* RECORDS SUPPLIED
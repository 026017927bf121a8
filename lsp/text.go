package lsp

import (
	"sort"
	"strings"
	"unicode/utf16"
	"unicode/utf8"

	"go.lsp.dev/protocol"
)

// text is a document's content with the start of each line, for turning
// byte offsets into LSP positions and back.
type text struct {
	src   []byte
	lines []int // byte offset of the start of each line
	utf8  bool  // positions count bytes (negotiated) rather than UTF-16 units
}

func newText(src []byte, utf8Positions bool) *text {
	t := &text{src: src, lines: []int{0}, utf8: utf8Positions}
	for i, c := range src {
		if c == '\n' {
			t.lines = append(t.lines, i+1)
		}
	}
	return t
}

// lineEnd returns the offset of the end of line l (0-based), before its
// newline.
func (t *text) lineEnd(l int) int {
	if l+1 < len(t.lines) {
		return t.lines[l+1] - 1
	}
	return len(t.src)
}

// position returns the LSP position of byte offset off, clamped to the
// text.
func (t *text) position(off int) protocol.Position {
	off = min(max(off, 0), len(t.src))
	l := sort.Search(len(t.lines), func(i int) bool { return t.lines[i] > off }) - 1
	l = max(l, 0)
	start := t.lines[l]
	if t.utf8 {
		return protocol.Position{Line: uint32(l), Character: uint32(off - start)}
	}
	return protocol.Position{Line: uint32(l), Character: uint32(utf16Len(t.src[start:off]))}
}

// offset returns the byte offset of an LSP position, clamped to its line
// and to the text.
func (t *text) offset(p protocol.Position) int {
	l := int(p.Line)
	if l >= len(t.lines) {
		return len(t.src)
	}
	start, end := t.lines[l], t.lineEnd(l)
	if t.utf8 {
		return min(start+int(p.Character), end)
	}
	units := int(p.Character)
	i := start
	for i < end && units > 0 {
		r, size := utf8.DecodeRune(t.src[i:end])
		n := 1
		if r != utf8.RuneError || size > 1 {
			n = utf16.RuneLen(r)
			if n < 1 {
				n = 1
			}
		}
		units -= n
		i += size
	}
	return i
}

func (t *text) rangeOf(from, to int) protocol.Range {
	return protocol.Range{Start: t.position(from), End: t.position(max(to, from))}
}

// utf16Len counts the UTF-16 code units of b; a byte that is not UTF-8
// counts as one.
func utf16Len(b []byte) int {
	n := 0
	for len(b) > 0 {
		r, size := utf8.DecodeRune(b)
		if r == utf8.RuneError && size <= 1 {
			n++
		} else if utf16.RuneLen(r) == 2 {
			n += 2
		} else {
			n++
		}
		b = b[size:]
	}
	return n
}

// valid returns s with any bytes that are not UTF-8 replaced: the
// protocol's JSON carries only valid UTF-8, and names and messages quote
// files that may hold anything.
func valid(s string) string { return strings.ToValidUTF8(s, "\uFFFD") }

* WORK ORDER
Which of the lines in the material carry the string "each"? Pull them out.

* ANSWER TO THE EXERCISE
// text is a document's content with the start of each line, for turning
	lines []int // byte offset of the start of each line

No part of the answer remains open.